To interrupt: These regulating reserves are “required.” They are required in the mornings to help as solar begins to generate power, in the evenings to replace the dwindling solar generation, and throughout the day to deal with solar’s fluctuations from changes in “cloud cover, rain, or anything else that impacts the sun’s intensity.” Continuing:
This variability in solar output, whether predictable or not, requires an increase in regulating reserves to maintain an acceptable match between demand and generation within the operating area. Failure to maintain adequate regulating reserves would result in excessive inadvertent interchange with neighboring control areas, and could also potentially threaten the integrity of the bulk electric system.
Gas-fired generating units have a relatively high ramp rate when compared to most other generating technologies. Gas-fired units are also typically cheaper to operate from a fuel cost standpoint. These two factors position gas-fired units to provide much of the needed regulating reserves to accommodate the increase in solar penetration in North Carolina.
In other words, it’s not just that regulating reserves are required. The amount of regulation reserves must be adequate enough to prevent grid failures. And the cheapest and most efficient generating technology to provide regulating reserves are natural gas–fired generating units.

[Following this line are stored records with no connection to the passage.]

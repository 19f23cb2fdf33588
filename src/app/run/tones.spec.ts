import { signal } from '@angular/core';
import { TestBed } from '@angular/core/testing';
import { RunPreferences } from './run-preferences';
import { audioContexts, tones, Tones, type ToneName } from './tones';

/** Counts the oscillators that were started; that they sound is the browser's own. */
function heard(hasSound: boolean) {
  const started: number[] = [];
  const parameter = () => ({ value: 0, setValueAtTime: jest.fn(), linearRampToValueAtTime: jest.fn() });
  const context = {
    currentTime: 2,
    state: 'running',
    destination: {},
    createGain: () => ({ gain: parameter(), connect: (to: unknown) => to }),
    createOscillator: () => ({
      frequency: parameter(),
      connect: (to: unknown) => to,
      start: (at: number) => started.push(at),
      stop: jest.fn(),
    }),
  };
  TestBed.configureTestingModule({
    providers: [
      { provide: audioContexts, useValue: () => context },
      { provide: RunPreferences, useValue: { current: signal({ hasSound, isFromAfar: false }) } },
    ],
  });
  const player = TestBed.inject(Tones);
  return (name: ToneName): number => {
    started.length = 0;
    player.play(name);
    return started.length;
  };
}

describe('Tones', () => {
  it('tells the results apart by their count', () => {
    const play = heard(true);
    const counts = (['in', 'out', 'too-close', 'hold-over', 'limit'] as const).map(play);
    expect(counts).toEqual([2, 3, 1, 4, 10]);
    expect(new Set(counts).size).toBe(counts.length);
  });

  it('rises where it is in band and falls where it is out', () => {
    const pitches = (name: ToneName): readonly number[] => tones[name].map(({ hz }) => hz);
    expect(pitches('in')).toEqual([...pitches('in')].sort((a, b) => a - b));
    expect(pitches('out')).toEqual([...pitches('out')].sort((a, b) => b - a));
  });

  it('is silent when it is switched off, but for a limit', () => {
    const play = heard(false);
    expect((['in', 'out', 'too-close', 'hold-over'] as const).map(play)).toEqual([0, 0, 0, 0]);
    expect(play('limit')).toBe(10);
  });
});
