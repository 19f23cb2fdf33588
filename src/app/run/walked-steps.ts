import type { Step } from '../../../procedures/document';
import type { NamedValue, RunState, WalkedStep } from '../../../procedures/engine';
import type { ShownResult } from '../shared/result-words';
import type { RunView } from './run-view';

/** A claim with its step. */
export interface WalkedPlace {
  readonly step: Step;
  readonly walked: WalkedStep;
  /** Its place among the claims. */
  readonly index: number;
}

/** The claims before the current one, in order; findings are no steps. */
export function walkedBefore({ procedure, state }: Pick<RunView, 'procedure' | 'state'>): readonly WalkedPlace[] {
  return state.walked.flatMap((walked, index) => {
    const step = procedure.step(walked.step);
    const isCurrent = walked.claimedSeq === state.current?.claimedSeq;
    return step === undefined || isCurrent || step.kind === 'finding' ? [] : [{ step, walked, index }];
  });
}

/** What a claim's bead shows. */
export function beadResult({ result, notMeasured }: WalkedStep): ShownResult {
  return notMeasured === true ? 'not-measured' : (result ?? 'done');
}

/** The decision that led to where the run stands; undefined where nothing was decided yet. */
export function lastDecision(run: Pick<RunView, 'procedure' | 'state'>): WalkedPlace | undefined {
  return [...walkedBefore(run)].reverse().find(({ walked }) => walked.way !== undefined && walked.isLeft !== true);
}

/** The values that a step gave, as they stand. */
export function valuesOf(state: Pick<RunState, 'values'>, stepId: string): readonly NamedValue[] {
  return Object.values(state.values).filter(({ step }) => step === stepId);
}

/** The value that was recorded last in the whole run. */
export function latestValue(state: Pick<RunState, 'values'>): NamedValue | undefined {
  return Object.values(state.values).reduce<NamedValue | undefined>(
    (latest, value) => (latest === undefined || value.seq >= latest.seq ? value : latest),
    undefined,
  );
}
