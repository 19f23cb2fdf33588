import { allCheckValues, titleOf, type CheckValue } from './check-values';
import { compare } from './compare';
import { reproductions } from './reproduce/all';
import { reproduces, resultsOf } from './reproduce/reproduction';
import { refusedUnitsPa } from './reproduce/unit-values';
import { convert, isUnit } from '../../procedures/calculations';

const sections: Readonly<Record<string, string>> = {
  a: 'standard atmosphere',
  b: 'station pressure from an altimeter setting',
  c: 'units, gauge and absolute pressure, standard flows',
  d: 'density of air and speed-density air flow',
  e: 'leak rate from a pressure decay',
  f: 'flow through a hole',
  g: 'straight lines',
  h: 'change points',
  i: 'uncertainty and decisions',
  j: 'vehicle identification numbers',
  k: 'data and codes of the vehicle',
};
const reproductionsOf = (value: CheckValue) => reproductions.filter((candidate) => reproduces(candidate, value));

describe.each(Object.entries(sections))('%s: %s', (topic) => {
  const rows = allCheckValues.filter((value) => value.topic === topic);

  it.each(rows.map((value) => [titleOf(value), value] as const))('%s', (_title, value) => {
    const [reproduction] = reproductionsOf(value);
    if (reproduction === undefined) throw new Error('no way to reproduce it');
    const { compared, differences } = compare(value, resultsOf(reproduction, value));
    expect(differences).toEqual([]);
    expect(compared).toBeGreaterThan(0);
  });
});

describe('the check values', () => {
  it('all have a section, a source and exactly one way to be reproduced', () => {
    expect(allCheckValues).toHaveLength(222);
    expect([...new Set(allCheckValues.map(({ topic }) => topic))].sort()).toEqual(Object.keys(sections));
    expect(allCheckValues.filter(({ source, how }) => source.trim() === '' || how.trim() === '')).toEqual([]);
    const others = allCheckValues.filter((value) => reproductionsOf(value).length !== 1);
    expect(others.map(titleOf)).toEqual([]);
  });

  it('leave no way to reproduce one unused', () => {
    const unused = reproductions.filter((candidate) => !allCheckValues.some((value) => reproduces(candidate, value)));
    expect(unused.map(({ topic, inputs }) => `${topic}: ${inputs.join(', ')}`)).toEqual([]);
  });

  it('are compared whole: a missing, an extra and a changed result are each found', () => {
    const value: CheckValue = {
      topic: 'a',
      case: 'invented',
      inputs: {},
      expected: { a: 1, b: { c: [2, 3], d: 'x' }, e: null },
      tolerance: { rel: 0.01, keys: { c: 0.5 } },
      source: 'none',
      how: 'invented',
    };
    const good = { a: 1.009, b: { c: [2.5, 3], d: 'x' }, e: null };
    expect(compare(value, good)).toEqual({ compared: 5, differences: [] });
    expect(compare(value, { ...good, a: 1.02 }).differences).toEqual(['a is 1.02, expected 1']);
    expect(compare(value, { ...good, a: NaN }).differences).toEqual(['a is NaN, expected 1']);
    expect(compare(value, { ...good, b: { c: [2.6], d: 'y' } }).differences).toEqual([
      'b.c.0 is 2.6, expected 2',
      'b.c.1 is undefined, expected 3',
      'b.d is y, expected x',
    ]);
    expect(compare(value, { ...good, z: 1 }).differences).toEqual(['z is not expected']);
  });
});

describe('what the check values say of the product beside them', () => {
  it.each(allCheckValues.filter(({ topic }) => topic === 'b').map((value) => [titleOf(value), value] as const))(
    'stands within 0.1 kPa of every published form: %s',
    (_title, { expected, tolerance }) => {
      // Form A is what the product gives (above); the others differ from it in their constants.
      const allowed = tolerance.any_formula_abs ?? 0;
      const apart = Object.values(expected).map((form) => Math.abs(Number(form) - Number(expected['station_pa_A'])));
      expect(Math.max(...apart)).toBeLessThanOrEqual(allowed);
    },
  );

  it('refuses the units that are not the conventional ones, however close they are', () => {
    for (const name of Object.keys(refusedUnitsPa)) expect(isUnit(name)).toBe(false);
    // The inch of mercury of 60 degF is 0.28 % smaller (NIST SP 811 (2008) B.8).
    expect(1 - (refusedUnitsPa['inHg_60F'] ?? NaN) / convert(1, 'inHg', 'Pa')).toBeCloseTo(0.0028, 4);
  });
});
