import fc from 'fast-check';
import {
  applyEvent,
  readSnapshot,
  replay,
  replayFrom,
  takeSnapshot,
  verifyChain,
  type RunState,
} from '../../procedures/engine';
import { walkAtRandom } from '../support/random-walk';

/*
 * Laws of the engine over ways that nobody authored a test for: whatever a person answers, a run comes to a finding
 * within the authored bounds, closes with nothing disturbed, and replays to the same state.
 */

const runs = { seed: 20261201, numRuns: 150 };

describe('a random walk through the valve seal procedure', () => {
  const ways = fc.tuple(
    fc.constantFrom<'cold' | 'warm'>('cold', 'warm'),
    fc.array(fc.nat({ max: 9999 }), { minLength: 20, maxLength: 400 }),
  );

  it('comes to a finding and closes with nothing left apart', () => {
    const reached = new Set<string>();
    fc.assert(
      fc.property(ways, ([half, choices]) => {
        const walk = walkAtRandom(half, choices);
        expect(walk.state.disturbed).toEqual([]);
        walk.do({ do: 'close' });
        expect(walk.state.status).toBe('closed');
        reached.add(walk.state.finding ?? '');
      }),
      runs,
    );
    expect(reached.size).toBeGreaterThan(4);
  });

  it('replays to the same state, from any snapshot, with no discrepancy', () => {
    fc.assert(
      fc.property(ways, fc.nat(), ([half, choices], cut) => {
        const walk = walkAtRandom(half, choices);
        const { header, events, state, procedure } = walk;
        expect(verifyChain(header, events)).toEqual({ ok: true, head: state.head });
        expect(replay(procedure, header, events)).toEqual({ ok: true, state });
        expect(state.discrepancies).toEqual([]);
        const at = 1 + (cut % (events.length - 1));
        const snapshot = replay(procedure, header, events.slice(0, at));
        expect(snapshot.ok && replay(procedure, header, events.slice(at), snapshot.state)).toEqual({ ok: true, state });
      }),
      { ...runs, numRuns: 60 },
    );
  });

  it('is the same from a snapshot after any of its events, sent as text, as from the start', () => {
    let cuts = 0;
    fc.assert(
      fc.property(ways, ([half, choices]) => {
        const { header, events, state: end, procedure } = walkAtRandom(half, choices);
        const place = { procedure, header, build: 'spec' };
        let state: RunState | undefined;
        events.forEach((event, index) => {
          const next = applyEvent(procedure, header, state, event);
          if (!next.ok) throw new Error(next.refusal.what);
          state = next.state;
          const snapshot = JSON.parse(JSON.stringify(takeSnapshot(state, 'spec'))) as unknown;
          expect(readSnapshot(place, snapshot)).toStrictEqual({ ok: true, state });
          // What is read again is long: every eighth snapshot goes on to the end.
          if (index % 8 === 0) {
            expect(replayFrom(place, events, snapshot)).toStrictEqual({
              from: index + 1,
              result: { ok: true, state: end },
            });
          }
          cuts += 1;
        });
      }),
      { ...runs, numRuns: 12 },
    );
    expect(cuts).toBeGreaterThan(500);
  });
});
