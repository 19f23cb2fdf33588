import { compiledValveSeal } from '../../support/compiled-valve-seal';
import { fineGear } from '../../support/ossenholt-gear';
import { readRamp } from '../../support/ramp-file';
import { driveRun, judgements, wayWalked } from '../../support/run-driver';
import { codesClearedAfter, coldToAir, gaugeAtZero, sensorsInBand } from '../../support/valve-seal-rows';
import { writeUpTexts } from '../../support/write-up-texts';

describe('crankcase valve seal, cold half: the inlet-side check valve stays open', () => {
  const walk = driveRun({
    procedure: compiledValveSeal(),
    half: 'cold',
    gear: fineGear,
    table: [
      ...coldToAir,
      ...sensorsInBand,
      ['11', { listen: readRamp('demo-cold-never-seals'), begins: 13 }],
      ['13', { choose: ['airAtInletVent'] }],
      ['13a', { choose: ['pulseStaysOpen'] }],
      ...gaugeAtZero,
      ...codesClearedAfter,
    ],
  });

  it('walks the way of the table', () => {
    expect(wayWalked(walk)).toBe('1 2d 2e 3 4 5 6 6a 7 8a 8b 9a 9b 9c 10 11 11b 13 13a 14 15a 15b 15c 16 18a 18b F6');
  });

  it('judges every reading', () => {
    expect(judgements(walk)).toEqual([
      'manifoldPressure 94.2 +- 0.6 kPa: in',
      'boostPressure 93.9 +- 0.6 kPa: in',
      'sensorGap 0.3 +- 0.8 kPa: in',
      'riseRate 0.090 +- 0.008 kPa: in',
      'manifoldGain 0.999 +- 0.003: in',
      'boostGain 0.998 +- 0.003: in',
      'worstGap -0.50 +- 0.18 kPa: in',
    ]);
  });

  it('reaches its finding with nothing left apart', () => {
    expect(walk.state.finding).toBe('inletCheckStaysOpen');
    expect(walk.state.disturbed).toEqual([]);
  });

  it('writes it up', () => {
    expect(writeUpTexts(walk)).toEqual({
      concern: [
        'Merrow Heron 1.6 turbo, silver, RO 4417, 84,210 km: Whistle at idle, hesitates under load.',
        'Trouble codes before the test: P0068 stored (step 3).',
      ].join(' '),
      cause: [
        'The inlet-side check valve stays open after a pulse.',
        'Air came at the inlet-side vent up to 7.1 ± 0.3 kPa (step 11), and went on coming after a short pulse that should have shut the valve.',
        'The manifold valve was not judged: this leak hides it.',
      ].join(' '),
      correction: [
        'Replace the inlet-side check valve.',
        'Codes after the test: P0068 stored, P0106 pending (step 18a); they were cleared.',
        'After the repair both halves are run again, then clear, drive and prove.',
        'Tested by Crankcase valve seal under regulated pressure, version 1 with G-12, S-3, L-2, T-4.',
      ].join(' '),
      customer:
        'The check valve between crankcase and inlet duct stays open and needs replacing; the test goes on after that.',
    });
  });
});
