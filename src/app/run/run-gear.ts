import { computed, inject, Injectable } from '@angular/core';
import { liveRows } from '../core/live-rows';
import { OfflineStore } from '../core/offline-store';
import { Session } from '../core/session';
import { RunStore } from './run-store';

/** The instruments that the run may choose from: those of its site; in practice those of the person's own. */
@Injectable()
export class RunGear {
  private readonly store = inject(OfflineStore);
  private readonly run = inject(RunStore);
  private readonly session = inject(Session);
  private readonly all = liveRows(() => this.store.gear.toArray());

  readonly items = computed(() => {
    const all = this.all() ?? [];
    const siteId = this.run.view()?.header.siteId;
    const ofSite = all.filter((item) => item.siteId === siteId);
    return ofSite.length > 0 ? ofSite : all.filter((item) => item.siteId === this.session.person()?.siteId);
  });
}
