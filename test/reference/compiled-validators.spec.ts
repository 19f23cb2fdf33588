import { spawnSync } from 'node:child_process';
import { join } from 'node:path';

const root = join(__dirname, '../..');

it('the committed validators are what the schemas give', () => {
  const build = join(root, 'procedures/document/build-validators.mjs');
  const check = spawnSync(process.execPath, [build, '--check'], { cwd: root, encoding: 'utf8' });
  expect(check.stderr).toBe('');
  expect(check.status).toBe(0);
});
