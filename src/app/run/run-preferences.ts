import { inject, Injectable, signal } from '@angular/core';
import { Session } from '../core/session';
import { SettingsBook } from '../core/settings-book';

/** How a person likes the run's screens; kept with the person on this tablet. */
export interface RunPreferencesRow {
  /** Whether tones sound; the limit's always does. */
  readonly hasSound: boolean;
  /** Whether step, limit and value are drawn large enough to be read from 1.5 m. */
  readonly isFromAfar: boolean;
  /** Whether a step is said in the few words that its author gave for whoever knows the procedure. */
  readonly isBrief: boolean;
}

const usual: RunPreferencesRow = { hasSound: true, isFromAfar: false, isBrief: false };

/** Reads and keeps how a person likes the run's screens. */
@Injectable({ providedIn: 'root' })
export class RunPreferences {
  private readonly settings = inject(SettingsBook);
  private readonly session = inject(Session);

  private readonly chosen = signal<RunPreferencesRow>(usual);

  readonly current = this.chosen.asReadonly();

  async recall(): Promise<void> {
    const kept = await this.settings.read<Partial<RunPreferencesRow>>(this.key());
    this.chosen.set({ ...usual, ...kept });
  }

  async change(change: Partial<RunPreferencesRow>): Promise<void> {
    this.chosen.update((current) => ({ ...current, ...change }));
    await this.settings.write(this.key(), this.chosen());
  }

  private readonly key = (): string => `run-preferences:${this.session.person()?.id ?? 'nobody'}`;
}
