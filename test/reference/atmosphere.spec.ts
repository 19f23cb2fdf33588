import {
  convert,
  elevationOf,
  isUnit,
  standardPressure,
  stationPressure,
  toAbsolute,
} from '../../procedures/calculations';
import { allowance, checkValues, expectWithin, numberOf, type CheckValue } from './check-values';

describe('standard atmosphere', () => {
  it.each(checkValues('a', 'altitude_geometric_m'))('%s', (_title, value) => {
    expectWithin(value, 'pressure_pa', standardPressure(numberOf(value.inputs, 'altitude_geometric_m')) * 1000);
  });

  it.each(checkValues('a', 'altitude_geopotential_m'))('%s', (_title, value) => {
    const geopotentialM = numberOf(value.inputs, 'altitude_geopotential_m');
    const geometricM = (6_356_766 * geopotentialM) / (6_356_766 - geopotentialM);
    expectWithin(value, 'pressure_pa', standardPressure(geometricM) * 1000);
  });

  it.each(checkValues('a', 'pressure_pa'))('%s', (_title, value) => {
    expectWithin(value, 'altitude_geometric_m', elevationOf(numberOf(value.inputs, 'pressure_pa') / 1000));
  });
});

describe('station pressure from an altimeter setting', () => {
  const reportOf = ({ inputs }: CheckValue) =>
    'qnh_hpa' in inputs
      ? { altimeterSettingKpa: numberOf(inputs, 'qnh_hpa') / 10, elevationM: numberOf(inputs, 'elevation_m') }
      : {
          altimeterSettingKpa: convert(numberOf(inputs, 'altimeter_setting_inhg'), 'inHg', 'kPa'),
          elevationM: numberOf(inputs, 'elevation_ft') * 0.3048,
        };

  it.each(checkValues('b'))('%s', (_title, value) => {
    const stationPa = stationPressure(reportOf(value)) * 1000;
    expectWithin(value, 'station_pa_A', stationPa);
    // The other published forms differ in their constants; the value says by how much at most.
    const anyFormulaPa = value.tolerance.any_formula_abs ?? allowance(value, 'station_pa_A');
    for (const form of ['station_pa_B', 'station_pa_C', 'station_pa_D']) {
      expect(Math.abs(stationPa - numberOf(value.expected, form))).toBeLessThanOrEqual(anyFormulaPa);
    }
  });
});

describe('gauge and absolute pressure', () => {
  it.each(checkValues('c', 'gauge', 'baro'))('%s', (_title, value) => {
    const inKpa = (key: string) => {
      const unit = String(value.inputs[`${key}_unit`]);
      if (!isUnit(unit)) throw new Error(`${unit} is not in the table`);
      return convert(numberOf(value.inputs, key), unit, 'kPa');
    };
    expectWithin(value, 'absolute_kpa', toAbsolute(inKpa('gauge'), inKpa('baro')));
  });
});
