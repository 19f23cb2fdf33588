import { Injectable, signal } from '@angular/core';
import type { RunCommand } from '../../../procedures/engine/showing';
import type { RunView } from './run-view';

/** What a person does while a ramp goes up: each belongs to its moment, and waits for no other to be written. */
const doneOnRamp: ReadonlySet<RunCommand['do']> = new Set(['record', 'take-back', 'mark', 'unmark']);

/** Whether the command is a point or a mark of the ramp that the run stands at. */
export function isOfRamp({ do: what }: RunCommand, { procedure, state }: RunView): boolean {
  const kind = state.current === undefined ? undefined : procedure.step(state.current.id)?.kind;
  return (kind === 'listen' || kind === 'ramp') && doneOnRamp.has(what);
}

/** The points and marks of a ramp that were tapped and are not written yet, in their order. */
@Injectable({ providedIn: 'root' })
export class RampQueue {
  private readonly tapped = signal<readonly RunCommand[]>([]);

  readonly commands = this.tapped.asReadonly();

  add(command: RunCommand): void {
    this.tapped.update((commands) => [...commands, command]);
  }

  remove(command: RunCommand): void {
    this.tapped.update((commands) => commands.filter((other) => other !== command));
  }
}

To double-check, Commissioner Donald van der Vaart asked Tabor if Duke’s application was saying that regulating reserves are “needed to accommodate the increase in solar penetration in North Carolina.” Tabor responded, “That’s how I understand it.”
Another portion of the application that the NCUC heard discussed the different options for regulating reserves:
Duke Energy evaluated several alternatives to address the minimum load and ramp rates associated with solar integration. These options include the sale of excess energy, curtailing coal plants, curtailing nuclear plants, curtailing solar energy storage, and demand-side management. While several of these options, including the sale of excess energy, curtailing solar, energy storage and demand-side management can contribute to flexibility and solar integration. None of these alternatives can substitute for increased natural gas operational flexibility.
Also to double-check, van der Vaart asked if Duke’s application meant that, among those options, “natural gas combustion turbines are best suited to substitute to provide this flexibility.”
The response was affirmative, so van der Vaart asked if, in comparing project costs, “no such firming or regulating reserves are included in the cost. You’re only going to cost the standalone solar facility; is that right?” Tabor answered, “That’s right.”
Further questions and consumer consequences
State law does not determine which generation sources the NCUC must pick for the generation mix. Instead, it describes what a legally compliant mix exhibits: adequate, reliable electricity at the lowest cost possible.
Even under the terms of the Carbon Plan law, the generation resources picked must be reasonable and offer the least-cost path to achieving the goal while maintaining or improving the reliability of the grid. How reasonable is it to select a generation resource that cannot be reliable on its own but can only approximate reliability if it is mirrored by a dispatchable resource (natural gas)? Why not just build a natural gas power plant and operate it full-time, which would be far more efficient (and cheaper) than toggling it on and off throughout the day? Furthermore, how could such a tandem pairing be the lowest-cost option?
Ignoring significant costs of solar projects subverts the law’s intent to protect North Carolina’s electricity consumers from overpaying for electricity. Under the law, paying more than the least cost achievable is overpayment. If not changed, NCUC’s selective accounting will inevitably result in inadequate, unreliable, and expensive electricity.